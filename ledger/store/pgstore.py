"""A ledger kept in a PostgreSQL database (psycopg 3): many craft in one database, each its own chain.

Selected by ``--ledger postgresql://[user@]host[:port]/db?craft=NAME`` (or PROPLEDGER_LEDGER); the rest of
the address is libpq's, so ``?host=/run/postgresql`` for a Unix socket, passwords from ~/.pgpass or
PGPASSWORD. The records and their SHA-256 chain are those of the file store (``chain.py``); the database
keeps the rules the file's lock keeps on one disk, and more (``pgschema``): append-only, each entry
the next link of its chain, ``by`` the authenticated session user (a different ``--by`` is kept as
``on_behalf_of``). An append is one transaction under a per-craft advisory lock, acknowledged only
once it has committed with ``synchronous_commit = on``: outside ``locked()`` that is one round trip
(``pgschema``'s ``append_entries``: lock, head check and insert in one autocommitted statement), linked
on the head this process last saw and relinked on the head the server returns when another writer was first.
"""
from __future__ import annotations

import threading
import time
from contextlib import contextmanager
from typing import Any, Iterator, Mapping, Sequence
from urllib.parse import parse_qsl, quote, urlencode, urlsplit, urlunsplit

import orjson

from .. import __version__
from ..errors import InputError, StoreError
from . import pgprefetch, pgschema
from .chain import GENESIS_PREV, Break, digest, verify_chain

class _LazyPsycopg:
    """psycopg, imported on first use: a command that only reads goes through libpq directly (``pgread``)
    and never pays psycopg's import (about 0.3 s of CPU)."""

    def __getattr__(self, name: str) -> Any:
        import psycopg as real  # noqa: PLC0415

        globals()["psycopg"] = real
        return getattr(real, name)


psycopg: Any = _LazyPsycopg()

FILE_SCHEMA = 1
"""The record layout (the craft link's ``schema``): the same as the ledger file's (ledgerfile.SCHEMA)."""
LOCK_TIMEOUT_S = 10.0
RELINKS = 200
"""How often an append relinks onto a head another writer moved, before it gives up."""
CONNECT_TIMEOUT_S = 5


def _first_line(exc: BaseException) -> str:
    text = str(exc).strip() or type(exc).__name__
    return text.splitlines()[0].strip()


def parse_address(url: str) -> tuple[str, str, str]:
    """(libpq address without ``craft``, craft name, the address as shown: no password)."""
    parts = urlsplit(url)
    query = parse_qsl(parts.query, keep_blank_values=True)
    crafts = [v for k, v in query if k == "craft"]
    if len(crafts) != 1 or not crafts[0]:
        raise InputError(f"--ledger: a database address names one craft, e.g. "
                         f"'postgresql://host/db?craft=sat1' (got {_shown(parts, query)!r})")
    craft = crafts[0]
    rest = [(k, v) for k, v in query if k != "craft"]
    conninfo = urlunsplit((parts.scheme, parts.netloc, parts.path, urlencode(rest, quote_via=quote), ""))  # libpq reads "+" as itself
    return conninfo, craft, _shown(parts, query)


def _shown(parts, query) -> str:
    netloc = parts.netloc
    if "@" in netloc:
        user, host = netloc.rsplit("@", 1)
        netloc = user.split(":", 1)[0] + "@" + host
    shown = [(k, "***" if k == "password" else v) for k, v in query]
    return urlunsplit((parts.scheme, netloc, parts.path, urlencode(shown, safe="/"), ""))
○ ○ ○ ○ ○ ○ ○
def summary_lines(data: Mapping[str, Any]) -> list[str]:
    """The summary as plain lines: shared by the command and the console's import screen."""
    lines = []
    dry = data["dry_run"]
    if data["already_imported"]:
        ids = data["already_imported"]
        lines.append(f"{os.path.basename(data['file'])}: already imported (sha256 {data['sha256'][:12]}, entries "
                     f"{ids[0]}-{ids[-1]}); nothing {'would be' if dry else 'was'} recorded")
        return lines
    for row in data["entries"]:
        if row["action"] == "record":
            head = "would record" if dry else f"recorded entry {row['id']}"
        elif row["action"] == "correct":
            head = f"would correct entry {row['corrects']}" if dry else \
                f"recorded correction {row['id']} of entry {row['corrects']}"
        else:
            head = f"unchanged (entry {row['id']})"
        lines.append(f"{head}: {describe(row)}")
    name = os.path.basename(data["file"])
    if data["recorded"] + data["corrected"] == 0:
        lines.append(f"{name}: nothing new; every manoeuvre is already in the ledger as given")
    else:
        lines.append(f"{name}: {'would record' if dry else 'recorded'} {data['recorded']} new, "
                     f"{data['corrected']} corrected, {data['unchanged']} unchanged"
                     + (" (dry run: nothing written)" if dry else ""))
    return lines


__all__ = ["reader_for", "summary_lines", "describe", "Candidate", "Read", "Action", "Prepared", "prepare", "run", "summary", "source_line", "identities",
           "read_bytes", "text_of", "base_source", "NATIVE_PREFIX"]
○ ○ ○ ○ ○ ○ ○
| Instructions for the task |
Reproduce exactly the lines above from the line with "filename ledger/store/pgstore.py" to the line with "keeps the rules", including both, and add nothing.

| Answer area |
filename ledger/store/pgstore.py
"""A ledger kept in a PostgreSQL database (psycopg 3): many craft in one database, each its own chain.

Selected by ``--ledger postgresql://[user@]host[:port]/db?craft=NAME`` (or PROPLEDGER_LEDGER); the rest of
the address is libpq's, so ``?host=/run/postgresql`` for a Unix socket, passwords from ~/.pgpass or
PGPASSWORD. The records and their SHA-256 chain are those of the file store (``chain.py``); the database
keeps the rules the file's lock keeps on one disk, and more (``pgschema``): append-only, each entry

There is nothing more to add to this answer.